_TASK ITEM:_ In the records below, find the line containing "total, place, strongest)" and the line containing "levels is 0."; please repeat exactly the lines from one to the other, both included, and nothing more.

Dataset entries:
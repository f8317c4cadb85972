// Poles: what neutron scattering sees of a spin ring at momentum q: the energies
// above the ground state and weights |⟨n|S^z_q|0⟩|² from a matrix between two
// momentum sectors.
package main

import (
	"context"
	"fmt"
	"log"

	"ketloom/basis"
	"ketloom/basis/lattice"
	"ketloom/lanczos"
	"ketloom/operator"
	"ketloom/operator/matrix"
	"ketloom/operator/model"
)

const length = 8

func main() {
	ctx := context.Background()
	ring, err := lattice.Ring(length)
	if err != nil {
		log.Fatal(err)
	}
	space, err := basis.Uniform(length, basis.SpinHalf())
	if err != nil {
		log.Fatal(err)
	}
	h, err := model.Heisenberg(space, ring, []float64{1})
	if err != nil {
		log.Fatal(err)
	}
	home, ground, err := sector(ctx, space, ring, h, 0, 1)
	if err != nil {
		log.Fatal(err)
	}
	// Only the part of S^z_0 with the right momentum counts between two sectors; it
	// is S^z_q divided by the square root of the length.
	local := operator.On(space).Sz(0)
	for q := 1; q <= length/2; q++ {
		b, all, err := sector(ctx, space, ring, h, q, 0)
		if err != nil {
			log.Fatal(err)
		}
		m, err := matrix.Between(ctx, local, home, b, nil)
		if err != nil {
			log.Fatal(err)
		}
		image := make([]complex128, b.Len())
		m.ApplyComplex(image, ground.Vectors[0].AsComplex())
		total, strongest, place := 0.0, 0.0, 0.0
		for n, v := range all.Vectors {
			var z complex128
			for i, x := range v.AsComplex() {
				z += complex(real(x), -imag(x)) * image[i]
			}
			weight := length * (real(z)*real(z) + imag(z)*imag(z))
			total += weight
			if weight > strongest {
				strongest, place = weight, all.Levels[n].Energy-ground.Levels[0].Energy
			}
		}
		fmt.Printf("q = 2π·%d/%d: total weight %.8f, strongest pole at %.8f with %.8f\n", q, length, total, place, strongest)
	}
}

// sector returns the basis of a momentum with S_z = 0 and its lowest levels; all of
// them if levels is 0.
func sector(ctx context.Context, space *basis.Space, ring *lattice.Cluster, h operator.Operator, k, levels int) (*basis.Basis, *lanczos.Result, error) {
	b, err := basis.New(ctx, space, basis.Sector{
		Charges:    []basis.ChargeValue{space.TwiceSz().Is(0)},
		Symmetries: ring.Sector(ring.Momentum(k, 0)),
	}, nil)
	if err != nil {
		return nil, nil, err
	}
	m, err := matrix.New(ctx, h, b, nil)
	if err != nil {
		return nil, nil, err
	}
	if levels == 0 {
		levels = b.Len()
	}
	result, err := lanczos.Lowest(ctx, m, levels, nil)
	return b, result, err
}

_RESULT OF THE TASK:_
		fmt.Printf("q = 2π·%d/%d: total weight %.8f, strongest pole at %.8f with %.8f\n", q, length, total, place, strongest)
	}
}

// sector returns the basis of a momentum with S_z = 0 and its lowest levels; all of
// them if levels is 0.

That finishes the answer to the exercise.